== TASK GOAL ==
Everything from the line containing "def test_it_only_reads(preview: Preview, method: str)" through the line containing "# The whole" should be repeated exactly, and nothing else from the data.

EXTRACTED DATA Start Marker

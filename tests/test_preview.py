"""The preview: what it serves, to whom, and how pages learn of a new build."""

from __future__ import annotations

import http.client
import shutil
import socket
import threading
import time
from collections.abc import Iterator
from pathlib import Path

import pytest

from calcgen.preview import Preview, locate, with_reload
from calcgen.publishing import publish

FILES = {
    "index.html": b"<!doctype html><title>Cover</title><BODY><p>cover</BODY></html>",
    "calcs/index.html": b"<p>calcs",
    "calcs/W-12.html": "<p>σ".encode(),
    "site.css": b"p{}",
    "results.json": b"{}",
}


@pytest.fixture
def folder(tmp_path: Path) -> Path:
    publish(FILES, tmp_path / "package", {}, durable=False)
    (tmp_path / "secret.txt").write_text("secret")
    return tmp_path / "package"


@pytest.fixture
def preview(folder: Path) -> Iterator[Preview]:
    with Preview(folder) as running:
        yield running


Answer = tuple[int, dict[str, str], bytes]


def ask(preview: Preview, path: str, *, method: str = "GET", host: str | None = None) -> Answer:
    connection = http.client.HTTPConnection("127.0.0.1", preview.port, timeout=5)
    connection.putrequest(method, path, skip_host=True)
    if host != "":
        connection.putheader("Host", host or f"127.0.0.1:{preview.port}")
    connection.endheaders()
    answer = connection.getresponse()
    found = answer.status, {name.lower(): value for name, value in answer.getheaders()}, answer.read()
    connection.close()
    return found


# What it serves


@pytest.mark.parametrize(
    ("path", "file", "kind"),
    [
        ("/", "index.html", "text/html; charset=utf-8"),
        ("/index.html?x=1", "index.html", "text/html; charset=utf-8"),
        ("/calcs/", "calcs/index.html", "text/html; charset=utf-8"),
        ("/calcs/W%2D12.html", "calcs/W-12.html", "text/html; charset=utf-8"),
        ("/site.css", "site.css", "text/css; charset=utf-8"),
        ("/results.json", "results.json", "application/json"),
    ],
)
def test_files_of_the_package(preview: Preview, path: str, file: str, kind: str) -> None:
    status, headers, body = ask(preview, path)
    assert (status, headers["content-type"]) == (200, kind)
    assert headers["cache-control"] == "no-store"
    assert int(headers["content-length"]) == len(body)
    if file.endswith(".html"):
        assert b"/-/reload.js" in body
    else:
        assert body == FILES[file]


def test_the_script_is_in_what_is_served_and_not_in_the_package(preview: Preview, folder: Path) -> None:
    _, _, body = ask(preview, "/")
    start = body.index(b"<script")
    end = body.index(b"</script>\n") + len(b"</script>\n")
    assert body[:start] + body[end:] == FILES["index.html"] == (folder / "index.html").read_bytes()
    assert body[end:] == b"</BODY></html>"


def test_a_page_without_a_body_end_gets_the_script_at_its_end() -> None:
    assert with_reload(b"<p>x", "7").startswith(b'<p>x<script src="/-/reload.js" data-build="7">')


def test_head_has_no_body(preview: Preview) -> None:
    status, headers, body = ask(preview, "/site.css", method="HEAD")
    assert (status, headers["content-length"], body) == (200, "3", b"")


def test_a_folder_without_slash_is_redirected(preview: Preview) -> None:
    status, headers, _ = ask(preview, "/calcs")
    assert (status, headers["location"]) == (302, "/calcs/")


def test_a_missing_page_comes_back_by_itself_once_it_is_built(preview: Preview) -> None:
    status, _, body = ask(preview, "/calcs/W-99.html")
    assert status == 404
    assert b"/-/reload.js" in body


@pytest.mark.parametrize("method", ["POST", "PUT", "DELETE", "OPTIONS"])
def test_it_only_reads(preview: Preview, method: str) -> None:
    assert ask(preview, "/", method=method)[0] == 501


# To whom


@pytest.mark.parametrize(
    "path",
    [
        "/../secret.txt",
        "/%2e%2e/secret.txt",
        "/calcs/../../secret.txt",
        "/..%2fsecret.txt",
        "/%2e%2e%5csecret.txt",
        "//secret.txt",
        "/index.html%00",
        "/%ff",
        "/link.txt",
        "/C:/secret.txt",
        "/site.css/",
        "http://[x/secret.txt",
    ],
)
def test_nothing_outside_the_package_is_served(preview: Preview, folder: Path, path: str) -> None:
    (folder / "link.txt").symlink_to(folder.parent / "secret.txt")
    status, _, body = ask(preview, path)
    assert status == 404
    assert b"secret" not in body
    assert locate(folder, path) is None


@pytest.mark.parametrize("host", ["calcs.example", "calcs.example:{port}", "127.0.0.1:1", "127.0.0.1", ""])
@pytest.mark.parametrize("path", ["/", "/-/build", "/-/events", "/-/reload.js"])
def test_another_host_name_is_refused(preview: Preview, host: str, path: str) -> None:
    status, _, body = ask(preview, path, host=host.format(port=preview.port))
    assert status == 403
    assert b"cover" not in body


def test_localhost_is_a_name_of_ours(preview: Preview) -> None:
    assert ask(preview, "/", host=f"localhost:{preview.port}")[0] == 200


def test_it_listens_on_the_loopback_interface_alone(preview: Preview) -> None:
    assert preview.url == f"http://127.0.0.1:{preview.port}/"
    with (
        socket.socket() as other,
        pytest.raises(OSError),  # noqa: PT011 (which one is the system's choice)
    ):
        # The whole of 127/8 is loopback on Linux; a server of all interfaces would answer here.
        other.connect(("127.0.0.2", preview.port))


# Ports


def test_a_taken_port_gives_the_next_free_one_and_a_line(folder: Path) -> None:
    lines: list[str] = []
    with Preview(folder) as first, Preview(folder, first.port, say=lines.append) as second:
        assert second.port != first.port
        assert ask(second, "/")[0] == 200
        assert lines == [f"port {first.port} is not free, so the preview is at {second.url}"]


def test_the_port_asked_for_needs_no_line(folder: Path) -> None:
    with socket.socket() as probe:
        probe.bind(("127.0.0.1", 0))
        port = probe.getsockname()[1]
    lines: list[str] = []
    with Preview(folder, port, say=lines.append) as preview:
        assert (preview.port, lines) == (port, [])


# New builds


class Tab:
    """An open page's event stream."""

    def __init__(self, preview: Preview) -> None:
        self.connection = http.client.HTTPConnection("127.0.0.1", preview.port, timeout=5)
        self.connection.request("GET", "/-/events")
        self.stream = self.connection.getresponse()

    def next(self) -> str:
        while line := self.stream.readline():
            if line.startswith(b"data: "):
                return line.removeprefix(b"data: ").strip().decode()
        return "ended"

    def close(self) -> None:
        self.stream.close()
        self.connection.close()


def test_open_pages_hear_of_a_new_build_at_once(preview: Preview) -> None:
    tabs = [Tab(preview) for _ in range(30)]
    before = ask(preview, "/-/build")[2].decode()
    assert {tab.next() for tab in tabs} == {before}
    assert f'data-build="{before}"'.encode() in ask(preview, "/")[2]
    begun = time.monotonic()
    preview.announce()
    (after,) = {tab.next() for tab in tabs}
    assert time.monotonic() - begun < 2  # and not at the next sign of life, 10 s on
    assert after != before
    assert f'data-build="{after}"'.encode() in ask(preview, "/")[2]
    for tab in tabs:
        tab.close()


@pytest.mark.parametrize("path", ["/", "/calcs/W-12.html", "/no-such-page.html"])
def test_pages_older_than_the_project_say_so(preview: Preview, path: str) -> None:
    tab = Tab(preview)
    tab.next()
    preview.announce("Not rebuilt since 12:03:00: project.toml:3:1: <b> & c")
    tab.next()  # open pages reload, and say it too
    assert b">Not rebuilt since 12:03:00: project.toml:3:1: &lt;b&gt; &amp; c</p>" in ask(preview, path)[2]
    preview.announce()
    assert b"Not rebuilt" not in ask(preview, path)[2]
    tab.close()


def test_a_page_left_open_from_an_earlier_run_is_of_another_build(folder: Path) -> None:
    with Preview(folder) as first, Preview(folder) as second:
        assert ask(first, "/-/build")[2] != ask(second, "/-/build")[2]


def test_stopping_ends_open_streams_at_once(folder: Path) -> None:
    preview = Preview(folder)
    preview.start()
    tab = Tab(preview)
    tab.next()
    begun = time.monotonic()
    preview.stop()
    assert tab.next() == "ended"
    assert time.monotonic() - begun < 2  # and not at the next sign of life, 10 s on
    tab.close()
    with pytest.raises(ConnectionRefusedError):
        ask(preview, "/")


def test_a_preview_never_started_can_be_stopped(folder: Path) -> None:
    Preview(folder).stop()


def test_there_is_no_moment_without_the_package(preview: Preview, folder: Path) -> None:
    done = threading.Event()

    def rebuild() -> None:
        for _ in range(40):
            publish(FILES, folder, {}, durable=False)
        done.set()

    builder = threading.Thread(target=rebuild)
    builder.start()
    statuses = set()
    while not done.is_set():
        statuses.add(ask(preview, "/")[0])
    builder.join()
    assert statuses == {200}


def test_the_package_may_come_later(tmp_path: Path) -> None:
    with Preview(tmp_path / "package") as preview:
        assert ask(preview, "/")[0] == 404
        publish(FILES, tmp_path / "package", {}, durable=False)
        assert ask(preview, "/")[0] == 200


# In a browser


@pytest.mark.browser
def test_pages_reload_at_their_place_in_all_of_many_tabs(preview: Preview, folder: Path) -> None:
    playwright = pytest.importorskip("playwright.sync_api")
    chromium = shutil.which("chromium")
    if chromium is None:
        pytest.skip("needs Chromium")
    page_of = '<!doctype html><body style="height:5000px"><p id="said">{}</p></body>'
    publish({"index.html": page_of.format("one").encode()}, folder, {}, durable=False)
    with playwright.sync_playwright() as driver:
        browser = driver.chromium.launch(executable_path=chromium, args=["--no-sandbox"])
        context = browser.new_context()
        tabs = [context.new_page() for _ in range(9)]  # more than the connections a browser opens to a host
        for number, tab in enumerate(tabs):
            tab.goto(preview.url, timeout=5000)
            tab.evaluate(f"scrollTo(0, {100 * number})")
        publish({"index.html": page_of.format("two").encode()}, folder, {}, durable=False)
        preview.announce()
        for number, tab in enumerate(tabs):
            tab.wait_for_function("document.querySelector('#said').textContent === 'two'", timeout=5000)
            tab.wait_for_function(f"scrollY === {100 * number}", timeout=5000)
        # Leader closed: another tab takes over.
        tabs[0].close()
        publish({"index.html": page_of.format("three").encode()}, folder, {}, durable=False)
        preview.announce()
        for tab in tabs[1:]:
            tab.wait_for_function("document.querySelector('#said').textContent === 'three'", timeout=5000)
        browser.close()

EXTRACTED DATA End Marker

== TASK RESULT ==
def test_it_only_reads(preview: Preview, method: str) -> None:
    assert ask(preview, "/", method=method)[0] == 501


# To whom


@pytest.mark.parametrize(
    "path",
    [
        "/../secret.txt",
        "/%2e%2e/secret.txt",
        "/calcs/../../secret.txt",
        "/..%2fsecret.txt",
        "/%2e%2e%5csecret.txt",
        "//secret.txt",
        "/index.html%00",
        "/%ff",
        "/link.txt",
        "/C:/secret.txt",
        "/site.css/",
        "http://[x/secret.txt",
    ],
)
def test_nothing_outside_the_package_is_served(preview: Preview, folder: Path, path: str) -> None:
    (folder / "link.txt").symlink_to(folder.parent / "secret.txt")
    status, _, body = ask(preview, path)
    assert status == 404
    assert b"secret" not in body
    assert locate(folder, path) is None


@pytest.mark.parametrize("host", ["calcs.example", "calcs.example:{port}", "127.0.0.1:1", "127.0.0.1", ""])
@pytest.mark.parametrize("path", ["/", "/-/build", "/-/events", "/-/reload.js"])
def test_another_host_name_is_refused(preview: Preview, host: str, path: str) -> None:
    status, _, body = ask(preview, path, host=host.format(port=preview.port))
    assert status == 403
    assert b"cover" not in body


def test_localhost_is_a_name_of_ours(preview: Preview) -> None:
    assert ask(preview, "/", host=f"localhost:{preview.port}")[0] == 200


def test_it_listens_on_the_loopback_interface_alone(preview: Preview) -> None:
    assert preview.url == f"http://127.0.0.1:{preview.port}/"
    with (
        socket.socket() as other,
        pytest.raises(OSError),  # noqa: PT011 (which one is the system's choice)
    ):
        # The whole of 127/8 is loopback on Linux; a server of all interfaces would answer here.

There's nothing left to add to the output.